While the government insists that caste-based discrimination is an "internal" matter of India, its detractors point to the need for "globalising" the issue. Non-governmental organisations (NGOs) fighting for Dalit rights have charged the government with drawing the saffron curtain over the issue of human rights within the country.

Matters came to a head recently when Andre Beteille, the well-known social anthropologist, resigned from the National Committee on World Conference against Racism (NCWCR), which is preparing a draft to be presented at the Conference. Several other members who are opposed to caste-based discrimination are also apparently troubled by the implications of being part of the committee.

The government has been reiterating the declared objectives of the Conference: reviewing the progress made by the world in the fight against racial discrimination, finding ways and means to ensure better application of existing standards, increasing the awareness of people around the world about racial discrimination, and so on. While agreeing with the necessity of working towards these goals, the NGOs have been demanding the inclusion of caste-based discrimination in the agenda of the Conference. Said Dr. Ambrose Pinto, executive director of the New Delhi-based Indian Social Institute: "The U.N. needs to change the title of the Conference in such a way as to include caste discrimination. The present terminology is Eurocentric and fails to take the reality of caste-based discrimination into account." Agreeing with this view, Martin Macwan, national convener of the National Campaign for Dalit Human Rights, said: "In earlier international forums, notably the Committee on Elimination of Discrimination Against Women, the Government of India had successfully taken up the issue of caste-based discrimination. We do not understand why the present government does not want to take up caste-based discrimination. Why is it insisting that caste is an 'internal' matter?"

Dalit rights activists point out that the government's stand undermines India's commitment to numerous international conventions on human rights that it has ratified. They argue that it faces the risk of being exposed as a government that has not seriously addressed the crudest form of discrimination.
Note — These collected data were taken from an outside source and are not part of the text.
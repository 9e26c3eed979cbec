import { residualBounds, residualSteps } from '../lib/residual-scale';

const half = (v: number) => (Math.abs(v) === 0.5 ? `${v < 0 ? '−' : ''}½` : v < 0 ? `−${Math.abs(v)}` : String(v));

/** The residual scale (in studentized residuals) and what the other marks of the charts mean. */
export function ChartLegend({ showSubject, showBand }: { showSubject: boolean; showBand: boolean }) {
  return (
    <div className="flex flex-wrap items-end gap-x-8 gap-y-3 text-xs text-ink-soft">
      <div>
        <p className="mb-1">Studentized residual: below the line ← → above the line</p>
        <div className="flex" role="list" aria-label="Residual colours">
          {residualSteps.map((step) => (
            <span key={step.label} role="listitem" title={step.label} aria-label={step.label} className="h-2.5 w-7 first:rounded-l-sm last:rounded-r-sm" style={{ background: step.colour }} />
          ))}
        </div>
        <div aria-hidden className="figures relative mt-0.5 h-3.5 w-[12.25rem] text-[0.6875rem] text-ink-faint">
          {residualBounds.map((bound, i) => (
            <span key={bound} className="absolute -translate-x-1/2" style={{ left: `${(i + 1) * 1.75}rem` }}>
              {half(bound)}
            </span>
          ))}
        </div>
      </div>
      <ul className="flex flex-wrap items-center gap-x-5 gap-y-1.5">
        <li className="flex items-center gap-1.5">
          <svg width="18" height="18" aria-hidden>
            <circle cx="9" cy="9" r="4" fill="var(--color-residual-mid)" />
            <circle cx="9" cy="9" r="7.5" fill="none" stroke="var(--color-flag-ring)" strokeWidth="1.75" />
          </svg>
          flagged sale
        </li>
        <li className="flex items-center gap-1.5">
          <svg width="22" height="10" aria-hidden>
            <line x1="1" x2="21" y1="5" y2="5" stroke="var(--color-ink)" strokeWidth="2" strokeLinecap="round" />
          </svg>
          fitted line
        </li>
        {showBand && (
          <li className="flex items-center gap-1.5">
            <svg width="22" height="14" aria-hidden>
              <rect x="1" y="2" width="20" height="10" fill="var(--color-ink)" fillOpacity="0.07" />
              <line x1="1" x2="21" y1="2" y2="2" stroke="var(--color-ink-faint)" strokeDasharray="3 3" />
              <line x1="1" x2="21" y1="12" y2="12" stroke="var(--color-ink-faint)" strokeDasharray="3 3" />
            </svg>
            95% prediction band
          </li>
        )}
        {showSubject && (
          <li className="flex items-center gap-1.5">
            <svg width="14" height="18" aria-hidden>
              <line x1="7" x2="7" y1="1" y2="17" stroke="var(--color-ink)" strokeWidth="1.5" />
              <path d="M7,4.5 L11.5,9 L7,13.5 L2.5,9 Z" fill="var(--color-ink)" stroke="var(--color-paper-raised)" strokeWidth="1.2" />
            </svg>
            subject, with its 95% prediction interval
          </li>
        )}
      </ul>
    </div>
  );
}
Such an image, they say, would be detrimental to India's efforts to become a permanent member of the U.N. Security Council.

The Ministry of External Affairs, however, remains firm in its opposition to a discussion on caste-based discrimination at the Conference. Inaugurating the first meeting of the NCWCR in New Delhi on February 7, External Affairs Minister Jaswant Singh said that the government opposed all attempts to dilute the focus of the Conference by ascribing racial connotations to caste. He said: "We are strongly opposed to all such attempts. We must ensure that the Conference does not lose sight of its focus on racism."

Abid Hussein, a member of the NCWCR, said: "Caste-based discrimination and racial discrimination are evils. It is important to eradicate them from society. But it is not fair to take the Conference as the venue for fighting caste-based discrimination. One must remember that it is not a conference on taking up every kind of discrimination prevalent in society."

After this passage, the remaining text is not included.